ACTIVITY: Using the records below, copy every line that holds the string "useState".

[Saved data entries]
================
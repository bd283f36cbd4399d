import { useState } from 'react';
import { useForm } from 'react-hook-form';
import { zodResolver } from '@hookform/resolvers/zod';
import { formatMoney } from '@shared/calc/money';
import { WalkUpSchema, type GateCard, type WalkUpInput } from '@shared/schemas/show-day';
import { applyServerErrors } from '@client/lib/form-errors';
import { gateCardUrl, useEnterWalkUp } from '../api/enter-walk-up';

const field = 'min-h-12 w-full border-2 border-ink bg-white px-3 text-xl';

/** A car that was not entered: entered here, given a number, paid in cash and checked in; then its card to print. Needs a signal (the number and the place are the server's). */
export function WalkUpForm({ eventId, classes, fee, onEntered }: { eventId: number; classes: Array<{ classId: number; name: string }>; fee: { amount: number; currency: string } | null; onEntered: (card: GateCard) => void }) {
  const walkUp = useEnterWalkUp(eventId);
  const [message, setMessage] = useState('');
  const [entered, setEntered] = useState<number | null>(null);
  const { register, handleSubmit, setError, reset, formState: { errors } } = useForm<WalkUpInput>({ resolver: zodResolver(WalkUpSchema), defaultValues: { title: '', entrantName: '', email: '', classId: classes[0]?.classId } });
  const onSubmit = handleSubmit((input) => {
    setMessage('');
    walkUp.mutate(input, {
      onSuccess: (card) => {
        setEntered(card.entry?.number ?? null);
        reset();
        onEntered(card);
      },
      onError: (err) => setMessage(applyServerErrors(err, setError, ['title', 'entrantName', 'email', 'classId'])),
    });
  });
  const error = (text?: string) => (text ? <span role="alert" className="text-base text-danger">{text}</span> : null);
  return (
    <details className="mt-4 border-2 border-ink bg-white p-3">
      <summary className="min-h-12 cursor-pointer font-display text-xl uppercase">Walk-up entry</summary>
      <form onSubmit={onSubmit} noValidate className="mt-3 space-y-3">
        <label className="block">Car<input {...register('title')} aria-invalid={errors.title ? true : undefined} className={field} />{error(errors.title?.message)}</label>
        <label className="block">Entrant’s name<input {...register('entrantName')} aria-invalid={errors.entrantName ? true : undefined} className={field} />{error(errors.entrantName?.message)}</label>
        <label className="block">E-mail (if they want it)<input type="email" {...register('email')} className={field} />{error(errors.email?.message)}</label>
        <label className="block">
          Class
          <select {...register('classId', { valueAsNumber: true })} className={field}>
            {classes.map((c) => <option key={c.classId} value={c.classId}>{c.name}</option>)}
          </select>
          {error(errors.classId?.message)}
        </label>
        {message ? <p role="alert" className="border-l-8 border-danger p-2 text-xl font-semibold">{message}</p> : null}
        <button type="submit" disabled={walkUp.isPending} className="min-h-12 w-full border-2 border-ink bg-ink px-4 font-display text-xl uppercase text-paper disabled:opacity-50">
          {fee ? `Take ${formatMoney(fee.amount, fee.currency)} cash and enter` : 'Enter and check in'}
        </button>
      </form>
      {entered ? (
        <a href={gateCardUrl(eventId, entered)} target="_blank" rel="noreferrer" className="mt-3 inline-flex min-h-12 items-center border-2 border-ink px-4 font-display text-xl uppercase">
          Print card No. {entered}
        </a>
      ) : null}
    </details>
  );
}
================
REPLY:
import { useState } from 'react';
  const [message, setMessage] = useState('');
  const [entered, setEntered] = useState<number | null>(null);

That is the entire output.